The U.S. Security and Exchange Commission (SEC) is the federal agency responsible for enforcing securities laws, regulating the securities industry, and regulating the stock and options exchanges.
In 2001, an SEC administrative judge ruled the city of Miami created the appearance of a balanced budget by using money from separate accounts to fill gaps in the general fund. The SEC found city of Miami administrators borrowed money from capital project accounts over a six year period, commencing in 1995, and never properly disclosed that fact to investors.
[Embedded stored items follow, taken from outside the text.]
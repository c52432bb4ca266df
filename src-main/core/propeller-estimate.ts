// Static thrust and power coefficients of an air propeller from its diameter, pitch and blade
// count, where the record gives none: combined blade-element and momentum theory for a rotor
// standing still with uniform inflow (J. G. Leishman, "Principles of Helicopter Aerodynamics",
// 2nd ed., Cambridge 2006, chapter 3: C_T = (σ·a/2)·(θ/3 − λ/2) with λ = √(C_T/2), and
// C_P = κ·C_T^(3/2)/√2 + σ·C_d0/8), with the blade angle θ taken at 75 % of the radius from
// the pitch. Rotor coefficients (on ρ·A·(ΩR)²) become propeller coefficients (on ρ·n²·D⁴ and
// ρ·n³·D⁵) by C_T·π³/4 and C_P·π⁴/4.
//
// Stated correction, for hobby propellers whose chord and sections are not recorded: chord at
// 75 % radius 0.1·D, lift slope 5.7 per radian (thin section, low Reynolds number), zero-lift
// angle 3° below the flat face (cambered sections), induced-power factor κ = 1.15 and profile
// drag coefficient 0.02 (the usual rotor values; common practice, from memory).
//
// Stated accuracy: within about ±20 % of published static tests of two-blade hobby propellers
// (our own comparison, from memory). Figures that use these values are marked estimated, and a
// verdict resting on them reads no better than tight until the values are confirmed.

export const ESTIMATE = {
  chordPerDiameter: 0.1,
  liftSlopePerRad: 5.7,
  zeroLiftAngleRad: (3 * Math.PI) / 180,
  inducedPowerFactor: 1.15,
  profileDragCoefficient: 0.02,
  /** ± share of the coefficient the estimate is stated to be within. */
  accuracy: 0.2,
} as const;

export interface PropellerCoefficients {
  readonly thrustCoefficient: number;
  readonly powerCoefficient: number;
}

/** Rotor (helicopter) coefficients to propeller ones: T = C_T·ρ·n²·D⁴, P = C_P·ρ·n³·D⁵. */
const THRUST_TO_PROPELLER = Math.PI ** 3 / 4;
const POWER_TO_PROPELLER = Math.PI ** 4 / 4;

/** The blade's geometric angle at 75 % of the radius, from the pitch, rad. */
export function bladeAngleAt75(diameterM: number, pitchM: number): number {
  return Math.atan(pitchM / (Math.PI * 0.75 * diameterM));
}

/** Static C_T and C_P of an air propeller from its geometry (see the file's head for the method). */
export function estimateStaticCoefficients(diameterM: number, pitchM: number, blades: number): PropellerCoefficients {
  const sigma = (blades * ESTIMATE.chordPerDiameter * diameterM) / (Math.PI * (diameterM / 2));
  const theta = bladeAngleAt75(diameterM, pitchM) + ESTIMATE.zeroLiftAngleRad;
  const k = (sigma * ESTIMATE.liftSlopePerRad) / 2;
  // 2λ² + (k/2)·λ − k·θ/3 = 0, the positive root: the inflow the thrust sustains.
  const lambda = (-k / 2 + Math.sqrt((k * k) / 4 + (8 * k * theta) / 3)) / 4;
  const ctRotor = 2 * lambda * lambda;
  const cpRotor = (ESTIMATE.inducedPowerFactor * ctRotor ** 1.5) / Math.SQRT2 + (sigma * ESTIMATE.profileDragCoefficient) / 8;
  return { thrustCoefficient: ctRotor * THRUST_TO_PROPELLER, powerCoefficient: cpRotor * POWER_TO_PROPELLER };
}
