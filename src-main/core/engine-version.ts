/**
 * Bump whenever a change to the core can change a figure, a finding or a status. Stored
 * verdicts carry only statuses and list figures (the detail is evaluated afresh), so a store
 * opened by a newer engine re-checks every build once to keep the list and the sheets agreed.
 */
// 2: stored verdicts name the rule and source of the list's current (re-check fills them in).
// 3: safe-side model: parallel shares by conductance, unloaded tip speed, run current, geared
//    propellers, retired and repeated packs, incomplete above tight, plausibility bounds.
// 4: pack, supply and cell-count voltages exact to the millivolt (3 × 4.2 V no longer passes 12.6 V).
// 5: air density from field altitude and temperature; typical car and truck coefficients and
//    estimated propeller coefficients (verdicts on them no better than tight until confirmed);
//    run time, pack energy, hover, thrust-to-weight, motor heat, eRPM, lead wire and connector checks.
//    and pack logs: the newest logged resistance measurement sets a pack's sag; the pack-health rule.
//    and cells in series, motor Kv and pinion are figures a class limit can judge (a stored limit on
//    one read incomplete before).
// 6: a boat's propeller without coefficients gets them from the Wageningen B-series at the bollard
//    point (a boat known by diameter × pitch read incomplete before; now no better than tight).
//    and stored verdicts list the checks that are not clear, rule by rule, for the list's check filter
//    (rows written before hold none until re-checked).
//    and BEC current (a controller's BEC rating against the build's receiver and servo load, where a
//    load is entered; incomplete without the rating); motor heat judged against a rule of thumb per motor mass where the maker
//    rates no heat loss (no better than tight).
export const ENGINE_VERSION = 6;
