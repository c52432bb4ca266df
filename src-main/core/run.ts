// A full-throttle run of a car or truck from standstill, with the same motor model and road
// load as the steady figures. The vehicle accelerates as
//   m·dv/dt = F_ground − (C_rr·m·g + ½ρC_dA·v²),
// with F_ground the motor force through the gearing and its losses, held to the traction limit
// μ·(share of weight on the driven wheels)·m·g while the tyres would spin (the straight-line
// acceleration model of vehicle-dynamics texts, e.g. T. D. Gillespie, "Fundamentals of Vehicle
// Dynamics", SAE 1992, ch. 2: traction-limited, then power-limited acceleration; from memory).
// While traction limits, the motor current is what the tyres can take; then it is the motor's
// current at the speed the wheels turn, I = P − Q·v (first-order motor model, linear in speed).
//
// Both phases have closed forms, so the run costs a handful of operations, not a time-stepping
// loop (the re-check evaluates thousands of builds):
// - traction-limited: dv/dt = A − C·v², v = √(A/C)·tanh(√(AC)·t) (v = A·t without drag);
// - motor-limited: dv/dt = a − b·v − C·v² (a Riccati equation with constant coefficients): the
//   distance u = v* − v to the top speed v* decays logistically, u = s·u₀·e^(−λt) ÷ (s − u₀ +
//   u₀·e^(−λt)), λ = √(b² + 4aC), s = λ ÷ C (u = u₀·e^(−bt) without drag), and ∫u dt, ∫u² dt
//   follow in closed form, so do ∫I dt and ∫I² dt.
// The inertia of wheels, gears and rotor is not modelled (the sheet says so). The RMS current
// over the run is what heats packs, wires and controllers.

import type { MotorParams } from './motor';
import type { Driveline, RoadVehicle } from './ground-load';
import { STANDARD_GRAVITY } from './constants';

/** Samples per run for charts. */
export const RUN_SAMPLES = 120;

export interface RunModel {
  m: MotorParams;
  voltageV: number;
  d: Driveline;
  road: RoadVehicle;
  /** μ·share·m·g, N; null where the traction is unknown (no wheelspin limit: the high-current side). */
  tractionForceN: number | null;
}

export interface RunResult {
  /** Per motor. */
  rmsCurrentA: number;
  averageCurrentA: number;
  endSpeedMps: number;
  /** Sample times, speeds and per-motor currents (RUN_SAMPLES + 1 of each) when asked for. */
  timeS: number[];
  speedMps: number[];
  currentA: number[];
}

/** The run's two phases as closed forms. */
interface Phases {
  /** Current while traction limits (per motor), and how long that lasts (Infinity: all run). */
  tractionA: number;
  t1: number;
  /** Traction phase: dv/dt = A − C·v². */
  A: number;
  C: number;
  /** Motor phase, from speed v1 at t1: I = P − Q·v; top speed vTop; logistic rate λ and span s. */
  v1: number;
  P: number;
  Q: number;
  vTop: number;
  lambda: number;
  /** λ ÷ C; Infinity without drag. */
  s: number;
  /** True where the vehicle cannot move at all (the motor or the tyres cannot beat rolling resistance). */
  stuck: boolean;
}

function phasesOf(r: RunModel): Phases {
  const { m, voltageV, d, road } = r;
  const radius = d.tireDiameterMm / 2000;
  const mass = road.massKg;
  const P = voltageV / m.resistanceOhm;
  const Q = d.finalDrive / (radius * m.kvRad * m.resistanceOhm);
  // Drive force per ampere above I0, all motors together.
  const K = (d.motorCount * d.finalDrive * d.efficiency) / (radius * m.kvRad);
  const rolling = road.rollingCoefficient * mass * STANDARD_GRAVITY;
  const C = (0.5 * road.airDensity * road.dragAreaM2) / mass;
  const tractionLimits = r.tractionForceN !== null && K * (P - m.noLoadCurrentA) > r.tractionForceN;
  const out: Phases = { tractionA: P, t1: 0, A: 0, C, v1: 0, P, Q, vTop: 0, lambda: 0, s: Infinity, stuck: false };
  if (tractionLimits && r.tractionForceN !== null) {
    out.tractionA = r.tractionForceN / K + m.noLoadCurrentA;
    out.A = (r.tractionForceN - rolling) / mass;
    out.v1 = (P - out.tractionA) / Q;
    if (!(out.A > 0)) {
      out.stuck = true;
      out.t1 = Infinity;
      return out;
    }
    if (C > 0) {
      const terminal = Math.sqrt(out.A / C);
      out.t1 = out.v1 >= terminal ? Infinity : Math.atanh(out.v1 / terminal) / Math.sqrt(out.A * C);
    } else out.t1 = out.v1 / out.A;
  }
  const a = (K * (P - m.noLoadCurrentA) - rolling) / mass;
  const b = (K * Q) / mass;
  if (!tractionLimits && !(a > 0)) {
    out.stuck = true;
    return out;
  }
  out.lambda = Math.sqrt(b * b + 4 * a * C);
  out.vTop = C > 0 ? (out.lambda - b) / (2 * C) : a / b;
  out.s = C > 0 ? out.lambda / C : Infinity;
  return out;
}

/** Distance to top speed τ into the motor phase, from u0 at its start. */
function uAt(p: Phases, u0: number, tau: number): number {
  const w = Math.exp(-p.lambda * tau);
  return p.s === Infinity ? u0 * w : (p.s * u0 * w) / (p.s - u0 + u0 * w);
}

/** Speed and per-motor current at time t. */
function stateAt(p: Phases, t: number): { v: number; i: number } {
  if (p.stuck && p.t1 === Infinity) return { v: 0, i: p.tractionA };
  if (p.stuck) return { v: 0, i: p.P };
  if (t <= p.t1) {
    const v = p.C > 0 ? Math.sqrt(p.A / p.C) * Math.tanh(Math.sqrt(p.A * p.C) * t) : p.A * t;
    return { v, i: p.tractionA };
  }
  const u = uAt(p, p.vTop - p.v1, t - p.t1);
  const v = p.vTop - u;
  return { v, i: p.P - p.Q * v };
}

export function fullThrottleRun(r: RunModel, runLengthS: number, samples = false): RunResult {
  const p = phasesOf(r);
  const T = runLengthS;
  let sum: number;
  let sumSq: number;
  let endSpeed: number;
  if (p.stuck) {
    const i = p.t1 === Infinity ? p.tractionA : p.P;
    sum = i * T;
    sumSq = i * i * T;
    endSpeed = 0;
  } else {
    const t1 = Math.min(p.t1, T);
    sum = p.tractionA * t1;
    sumSq = p.tractionA * p.tractionA * t1;
    const tau = T - t1;
    if (tau > 0) {
      const u0 = p.vTop - p.v1;
      const w = Math.exp(-p.lambda * tau);
      const uEnd = uAt(p, u0, tau);
      const smallDrag = p.s === Infinity || u0 / p.s < 1e-7;
      // ∫u dt and ∫u² dt over the motor phase (closed forms of the logistic decay; the plain
      // exponential where drag is negligible, which also avoids cancellation).
      const intU = smallDrag ? (u0 * (1 - w)) / p.lambda : (p.s / p.lambda) * -Math.log1p((-u0 / p.s) * (1 - w));
      const intU2 = smallDrag ? (u0 * u0 * (1 - w * w)) / (2 * p.lambda) : (uEnd - u0 + p.lambda * intU) / (p.lambda / p.s);
      const iTop = p.P - p.Q * p.vTop;
      sum += iTop * tau + p.Q * intU;
      sumSq += iTop * iTop * tau + 2 * iTop * p.Q * intU + p.Q * p.Q * intU2;
      endSpeed = p.vTop - uEnd;
    } else {
      endSpeed = stateAt(p, T).v;
    }
  }
  const timeS: number[] = [];
  const speedMps: number[] = [];
  const currentA: number[] = [];
  if (samples) {
    for (let k = 0; k <= RUN_SAMPLES; k++) {
      const t = (k / RUN_SAMPLES) * T;
      const st = stateAt(p, t);
      timeS.push(t);
      speedMps.push(st.v);
      currentA.push(st.i);
    }
  }
  return { rmsCurrentA: Math.sqrt(Math.max(0, sumSq) / T), averageCurrentA: sum / T, endSpeedMps: endSpeed, timeS, speedMps, currentA };
}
The SEC report detailing the ruling indicates the city of Miami violated Section 17(a) of the Securities Act and Section 10(b) of the Exchange Act, by making material false and misleading representations and omitting material information on its official statements in the offer and sale of 3 bond, (Sewer, Florida Power & Light, and Pension), issues. In addition, the city of Miami violated Section 10(b) of the Exchange Act by making false and misleading representations and omitting material information in its 1994 Comprehensive Annual Financial Report.
The final result was an issuance of a cease-and-desist order forbidding the city of Miami from repeating such practices.
Fast forward to 2009 when the SEC began an investigation into issues occurring between 2007 and 2009; issues very similar to those that were the subject of the 2003 SEC report. On July 23, 2012, the SEC notified the city of Miami of an investigation, alleging the city misrepresented its financial situation to investors before issuing bonds. Essentially the SEC believes the city of Miami manipulated its books to deceive bond investors.
This is the second time within the past 2 years the city of Miami has drawn the attention of the SEC, making it the only city in the United States with such a dubious distinction.
David Chase, an attorney who represents clients against SEC charges, and who was the lead investigator for the SEC during the 2001 investigation, has said, “I’m not aware of a municipality that has been down this road with the SEC twice.”
If the current SEC investigation confirms wrong-doing, it is unlikely the SEC will limit its sanction or penalty to another cease-and-desist order. It may not end there, as the SEC is also investigating city issued bonds used to finance the Miami Marlins baseball stadium; specifically, if investors were misled and if elected officials were improperly influenced.
Former City Manager (2003 – 2006), Joe Arriola, has said, “Why is anyone surprised? You can’t keep hiring idiots and think that you are going to get any kind of results.”
Former City Manager (1996), Merrett Stierheim, has said, “I’m not surprised at all that we’re going around this loop again. Historically, there has been great reluctance on the part of the commission to forthrightly deal with financial problems.”